Novel Approach Earns USU Assistant Professor National Recognition

November 12, 2015
Dr. Stephanie Borrie

When two people talk, words are just one part of the conversation.

Another important part is “entrainment,” which refers to the natural tendency for conversational partners to modify their speech to sound more like one another. This involves adjusting elements such as speaking rate, tone and inflection, vocal loudness, and the overall melodic rhythm of speech. Entrainment is important for many cognitive, social, and emotional functions, leading either to successful conversation or, if disrupted, to conversational breakdowns. Despite the importance of entrainment to successful conversation, it has received limited attention in the field of speech pathology and the study of communication disorders.

Recently, Dr. Stephanie Borrie proposed that entrainment deficits are likely a common feature of a range of communication disorders characterized by pathological speech behavior. As a first step to exploring speech entrainment in speech pathology, Dr. Borrie examined whether the presence of neurologically degraded speech, dysarthria, had any measureable effect on the spoken productions of healthy subjects. In this study, Dr. Borrie and co-author Dr. Liss (at Arizona State University) found that healthy people modified their speech in the direction of the pathological speech, supporting examination of entrainment as a viable target of investigation, with implications that could lead to new ways of diagnosing communication breakdowns. This paper, “Rhythm as a Coordinating Device: Entrainment with Disordered Speech”, earned her research resulted in national recognition from the American Speech-Language-Hearing Association by being awarded the Editors Award for best article published in the speech section of the journal during 2014. An article selected for an Editor’s Award is the one that the Editor and Associate Editor feel meets the highest quality standards in research design, presentation, and impact for a given year.

“The bulk of the message comes in the way we say things, not what we say,” Borrie said. “If we don’t entrain, there’s a general breakdown in the conversation.”
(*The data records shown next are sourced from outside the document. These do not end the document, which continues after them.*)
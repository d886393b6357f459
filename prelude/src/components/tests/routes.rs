//! Ways that are asked for, and how many components are kept.

use nalgebra::DMatrix;

use super::weights::weighted_and_repeated;
use super::{BOTH, correlated, noise};
use crate::compare::{assert_all_relative, assert_columns_up_to_sign, assert_matrix, assert_zero};
use crate::components::{
    ComponentOptions, Decomposition, PrincipalComponents, RandomisedOptions, Route, Scaling,
    principal_components, principal_components_with,
};
use crate::error::Error;
use crate::table::DataMatrix;

const EXACT: [(Decomposition, Route); 3] = [
    (Decomposition::VariableCrossProduct, Route::VariableCrossProduct),
    (Decomposition::RowCrossProduct, Route::RowCrossProduct),
    (Decomposition::SingularValues, Route::SingularValues),
];

fn by(x: &DataMatrix, scaling: Scaling, decomposition: Decomposition) -> PrincipalComponents {
    let options = ComponentOptions::new(scaling).decomposition(decomposition);
    principal_components_with(x, options).unwrap()
}

pub(super) fn assert_orthonormal(pca: &PrincipalComponents, tolerance: f64) {
    let loadings = pca.loadings().values();
    let identity = DMatrix::identity(loadings.ncols(), loadings.ncols());
    assert_matrix(&(loadings.transpose() * loadings), &identity, tolerance, "orthonormal");
}

#[test]
fn every_exact_way_gives_the_same_components() {
    for (n, p) in [(40, 6), (6, 40), (12, 12), (5000, 8)] {
        let plain = DataMatrix::from_unnamed(correlated(n, p, 31)).unwrap();
        for x in [plain, weighted_and_repeated(n, p, 31).0] {
            for scaling in BOTH {
                let usual = principal_components(&x, scaling).unwrap();
                for (decomposition, route) in EXACT {
                    if n > 1000 && route == Route::RowCrossProduct {
                        continue; // its cost grows with the cube of n
                    }
                    let pca = by(&x, scaling, decomposition);
                    let what = format!("{n} x {p}, {scaling}, {route}");
                    assert_eq!((pca.route(), pca.rank()), (route, usual.rank()), "{what}");
                    assert!(pca.is_complete());
                    let (seen, expected) = (pca.variances(), usual.variances());
                    assert_all_relative(seen.as_slice(), expected.as_slice(), 1e-9, &what);
                    assert_columns_up_to_sign(pca.loadings(), usual.loadings(), 1e-8, &what);
                    assert_matrix(pca.scores(), usual.scores(), 1e-8, &what);
                }
            }
        }
    }
}

#[test]
fn a_cross_product_asked_for_in_spite_of_its_condition_stays_sound() {
    // Columns over twelve orders of magnitude, one constant, one a copy.
    for (n, p) in [(30, 8), (8, 30)] {
        let base = noise(n, p, 8);
        let x = DMatrix::from_fn(n, p, |i, j| match j {
            5 => 3.0,
            6 => 2.0 * base[(i, 0)],
            _ => base[(i, j)] * 10.0_f64.powi(-2 * (j.min(7) as i32)),
        });
        let x = DataMatrix::from_unnamed(x).unwrap();
        let full = by(&x, Scaling::Covariance, Decomposition::SingularValues);
        for (decomposition, route) in EXACT {
            let pca = by(&x, Scaling::Covariance, decomposition);
            assert_eq!(pca.route(), route);
            assert!(pca.rank() <= full.rank() && pca.rank() >= 4, "{route}: {}", pca.rank());
            assert_orthonormal(&pca, 1e-12);
            for (k, variance) in pca.variances().iter().enumerate() {
                let off = (variance - full.variances()[k]).abs();
                assert_zero(off, 1e-14 * full.variances()[0], "variance");
                assert!(*variance > pca.tolerance());
            }
            assert!(pca.scores().values().iter().all(|score| score.is_finite()));
        }
    }
}

#[test]
fn keeping_the_first_components_leaves_the_rest_of_the_answer_alone() {
    for (n, p) in [(40, 6), (6, 40)] {
        let x = DataMatrix::from_unnamed(correlated(n, p, 2)).unwrap();
        for scaling in BOTH {
            let all = principal_components(&x, scaling).unwrap();
            let options = ComponentOptions::new(scaling).keep(2);
            let two = principal_components_with(&x, options).unwrap();
            assert_eq!((two.n_components(), two.rank()), (2, all.rank()));
            assert!(!two.is_complete() && all.is_complete());
            assert!(two.loadings().values() == &all.loadings().columns(0, 2));
            assert!(two.scores().values() == &all.scores().columns(0, 2));
            assert!(two.total_variance() == all.total_variance());
            assert!(two.proportions() == all.proportions().rows(0, 2));
            let left = all.variances().iter().skip(2).sum::<f64>();
            assert_zero(two.left_out_variance() - left, 1e-12 * left, "left out");
            assert!(all.left_out_variance() == 0.0);
            assert!(two.reconstruct(2).is_ok());
            assert!(matches!(
                two.reconstruct(3),
                Err(Error::ComponentOutOfRange { asked: 3, available: 2 })
            ));
        }
        for asked in [0, 7] {
            let options = ComponentOptions::new(Scaling::Covariance).keep(asked);
            assert!(matches!(
                principal_components_with(&x, options),
                Err(Error::ComponentOutOfRange { asked: seen, .. }) if seen == asked
            ));
        }
    }
}

#[test]
fn options_that_cannot_be_met_are_refused() {
    let x = DataMatrix::from_unnamed(noise(20, 5, 1)).unwrap();
    let randomised = |options| Decomposition::Randomised(options);
    let try_with = |options| principal_components_with(&x, options).unwrap_err();
    let open = ComponentOptions::new(Scaling::Covariance);
    assert!(matches!(
        try_with(open.decomposition(randomised(RandomisedOptions::new()))),
        Error::OptionNeeded { option: "keep", .. }
    ));
    let bad = randomised(RandomisedOptions::new().oversampling(1));
    assert!(matches!(
        try_with(open.keep(2).decomposition(bad)),
        Error::OptionOutOfRange { option: "oversampling", .. }
    ));
    let bad = randomised(RandomisedOptions::new().power_iterations(101));
    assert!(matches!(
        try_with(open.keep(2).decomposition(bad)),
        Error::OptionOutOfRange { option: "power_iterations", .. }
    ));
}

#[test]
fn components_of_equal_variance_are_named() {
    // Spreads 3, 2, 2, 2, 1, 1 along six axes, turned; the equal ones are equal by construction.
    let mut centred = noise(50, 6, 3);
    for mut column in centred.column_iter_mut() {
        let mean = column.mean();
        column.add_scalar_mut(-mean);
    }
    let spreads = nalgebra::DVector::from_row_slice(&[3.0, 2.0, 2.0, 2.0, 1.0, 1.0]);
    let turned = noise(6, 6, 4).qr().q();
    let x = centred.qr().q() * DMatrix::from_diagonal(&spreads) * turned;
    let x = DataMatrix::from_unnamed(x).unwrap();
    for (decomposition, route) in EXACT {
        let pca = by(&x, Scaling::Covariance, decomposition);
        let expected = [vec!["PC2", "PC3", "PC4"], vec!["PC5", "PC6"]];
        assert_eq!(pca.tied(), expected, "{route}");
    }
    let apart = DataMatrix::from_unnamed(correlated(50, 6, 3)).unwrap();
    let pca = principal_components(&apart, Scaling::Covariance).unwrap();
    assert!(pca.tied().is_empty());
}
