//! One entry of a session's log.

use std::collections::BTreeMap;

use serde::{Deserialize, Serialize};

use crate::worker::message::{OpenedFile, TableFile};

/// What stands before the first line.
pub const ORIGIN: &str = "0000000000000000000000000000000000000000000000000000000000000000";

/// A line of the file: an entry in the chain.
#[derive(Debug, Clone, PartialEq, Serialize, Deserialize)]
pub struct Line {
    /// The digest of `before`, a line end and the entry's JSON.
    pub hash: String,
    /// The hash of the line before.
    pub before: String,
    /// The entry.
    pub entry: Entry,
}

/// Something that happened in a session.
#[derive(Debug, Clone, PartialEq, Serialize, Deserialize)]
pub struct Entry {
    /// Its number, from 0.
    pub n: u64,
    /// The wall clock (RFC 3339), which may have been set meanwhile.
    pub at: String,
    /// Milliseconds since the session began, by a clock that only goes forward.
    pub ms: u64,
    /// What happened.
    #[serde(flatten)]
    pub what: What,
}

/// What happened.
#[derive(Debug, Clone, PartialEq, Serialize, Deserialize)]
#[serde(tag = "what", rename_all = "snake_case")]
pub enum What {
    /// The session began.
    Began {
        /// The version of the program.
        semiaxis: String,
        /// The folder that it was started in.
        folder: String,
        /// The seed of the session.
        seed: u64,
    },
    /// A cell was run.
    Cell(Box<CellEntry>),
    /// The file has reached its limit; what follows is not kept.
    Full,
    /// The session ended in order.
    Ended,
}

/// A cell that was run.
#[derive(Debug, Clone, Default, PartialEq, Serialize, Deserialize)]
pub struct CellEntry {
    /// Its number in the session.
    pub count: u32,
    /// Its identifier, where the client sent one.
    pub cell_id: Option<String>,
    /// Whether the client asked for nothing to be shown.
    pub silent: bool,
    /// Its text.
    pub source: String,
    /// `done`, `failed` or `interrupted`.
    pub outcome: String,
    /// Why it failed.
    pub message: Option<String>,
    /// The seed of its random numbers.
    pub seed: Option<u64>,
    /// Time until the library was there, in milliseconds.
    pub compile_ms: f64,
    /// Time to run it, in milliseconds.
    pub run_ms: f64,
    /// What it showed, by digest.
    pub outputs: Vec<OutputEntry>,
    /// Tables that it read.
    pub tables: Vec<TableFile>,
    /// Files that it opened.
    pub opened: Vec<OpenedFile>,
    /// Names of earlier cells that it used.
    pub uses: Vec<String>,
    /// Names that it defined or changed.
    pub makes: Vec<String>,
    /// What it used that was outdated, in words.
    pub outdated: Vec<String>,
}

/// One output, by digest.
#[derive(Debug, Clone, Default, PartialEq, Eq, Serialize, Deserialize)]
pub struct OutputEntry {
    /// `stdout`, `stderr`, `display` or `result`.
    pub kind: String,
    /// Its size in bytes.
    pub bytes: u64,
    /// The SHA-256 digest of each form, or of the text under `text`.
    pub sha256: BTreeMap<String, String>,
}
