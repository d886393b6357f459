//! Rows that were not analysed, seen by an analysis.

use nalgebra::DMatrix;

use super::{correlated, noise};
use crate::compare::assert_matrix;
use crate::components::{FittedComponents, PrincipalComponents, Scaling, principal_components};
use crate::error::Error;
use crate::exhibit::Exhibit;
use crate::table::DataMatrix;
use crate::transform::Transform;

const NAMES: [&str; 4] = ["clay", "sand", "lime", "salt"];

fn rows(values: DMatrix<f64>, names: &[&str]) -> DataMatrix {
    let labels: Vec<String> = (0..values.nrows()).map(|row| format!("batch {row}")).collect();
    DataMatrix::from_values(values, names.iter().copied(), labels).unwrap()
}

/// Positive amounts.
fn amounts(n: usize, seed: u64) -> DataMatrix {
    rows(noise(n, 4, seed).map(f64::exp), &NAMES)
}

fn transformed_analysis() -> (DataMatrix, PrincipalComponents) {
    let raw = amounts(30, 1);
    let x = raw.transformed(Transform::log()).unwrap();
    let x = x.transformed(Transform::standardise()).unwrap();
    let pca = principal_components(&x, Scaling::Covariance).unwrap();
    (raw, pca)
}

#[test]
fn raw_rows_go_through_the_numbers_fitted_to_the_rows_analysed() {
    let (raw, pca) = transformed_analysis();
    assert!(pca.project_raw(&raw).unwrap() == *pca.scores());
    let new = amounts(5, 2);
    let logs = raw.values().map(f64::ln);
    let expected = DMatrix::from_fn(5, 4, |i, j| {
        let column = logs.column(j);
        let deviation = (column.variance() * 30.0 / 29.0).sqrt();
        (new.values()[(i, j)].ln() - column.mean()) / deviation
    });
    let expected = expected * pca.loadings().values();
    assert_matrix(&pca.project_raw(&new).unwrap(), &expected, 1e-11, "by hand");
    // By name: another order and another column do no harm.
    let order = ["salt", "lime", "mica", "clay", "sand"];
    let wider = DMatrix::from_fn(5, 5, |i, j| match order[j] {
        "mica" => 1.0,
        name => new.variable(name).unwrap()[i],
    });
    let wider = pca.project_raw(&rows(wider, &order)).unwrap();
    assert_matrix(&wider, &expected, 1e-11, "by name");
    // Half the way gone already.
    let logs = new.transformed(Transform::log()).unwrap();
    assert_matrix(&pca.project_raw(&logs).unwrap(), &expected, 1e-11, "logs");
    // An analysis that was saved does the same, to the bit.
    let loaded = FittedComponents::from_json(&pca.to_json()).unwrap();
    assert!(loaded == *pca.fitted());
    assert!(loaded.project_raw(&new).unwrap() == pca.project_raw(&new).unwrap());
    let text = loaded.exhibit().text("text/plain").unwrap().to_owned();
    assert!(text.contains("Transformed beforehand: "), "{text}");
}

#[test]
fn rows_in_other_units_are_refused() {
    let (raw, pca) = transformed_analysis();
    let count = |wanted: usize, found: usize, x: &DataMatrix| match pca.project(x) {
        Err(Error::TransformationsDiffer { wanted: w, found: f }) => {
            assert_eq!((w.len(), f.len()), (wanted, found));
        }
        other => panic!("{other:?}"),
    };
    count(2, 0, &raw);
    // Standardised by their own means instead of those of the analysis.
    let others = amounts(30, 2).transformed(Transform::log()).unwrap();
    let others = others.transformed(Transform::standardise()).unwrap();
    count(2, 2, &others);
    assert!(matches!(pca.project_raw(&others), Err(Error::TransformationsDiffer { .. })));
    assert!(pca.project(&amounts(9, 3).transformed_as(pca.data()).unwrap()).is_ok());
    // An analysis of raw rows refuses transformed ones.
    let plain = principal_components(&raw, Scaling::Correlation).unwrap();
    assert!(matches!(plain.project(pca.data()), Err(Error::TransformationsDiffer { .. })));

    let negative = rows(correlated(5, 4, 1).map(|value| -value.abs()), &NAMES);
    assert!(matches!(pca.project_raw(&negative), Err(Error::OutsideDomain { .. })));
    let fewer = raw.select(["clay", "sand", "lime"]).unwrap();
    match pca.project_raw(&fewer) {
        Err(Error::VariablesDiffer { missing, .. }) => assert_eq!(missing, ["salt"]),
        other => panic!("{other:?}"),
    }
}

#[test]
fn rows_out_of_order_are_told_the_way_out() {
    let raw = amounts(30, 1);
    let pca = principal_components(&raw, Scaling::Correlation).unwrap();
    let turned = raw.select(["salt", "clay", "sand", "lime"]).unwrap();
    let error = pca.project(&turned).unwrap_err();
    assert!(error.to_string().contains("`x.select(pca.variables())?`"), "{error}");
    let mended = turned.select(pca.variables()).unwrap();
    assert!(pca.project(&mended).unwrap() == *pca.scores());
}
Borrie has gone on to study entrainment in real-life face-to-face conversations between healthy people, people with speech disorders, and people with foreign-accents. In a recent study published in Frontiers in Psychology, she showed that conversations involving people with speech disorders have much less entrainment than conversations with healthy native speakers. Further, she showed that conversational partners with less entrainment are also less effective in their communication exchange.   

More study is needed before entrainment can be used as a diagnostic tool, but Borrie said she and other researchers are following up on the findings. She and Liss will be presented with their article award during the American Speech-Language-Hearing Association Convention in Denver later this month. Borrie currently directs the Human Interaction Lab in the Department of Communicative Disorders and Deaf Education at Utah State University.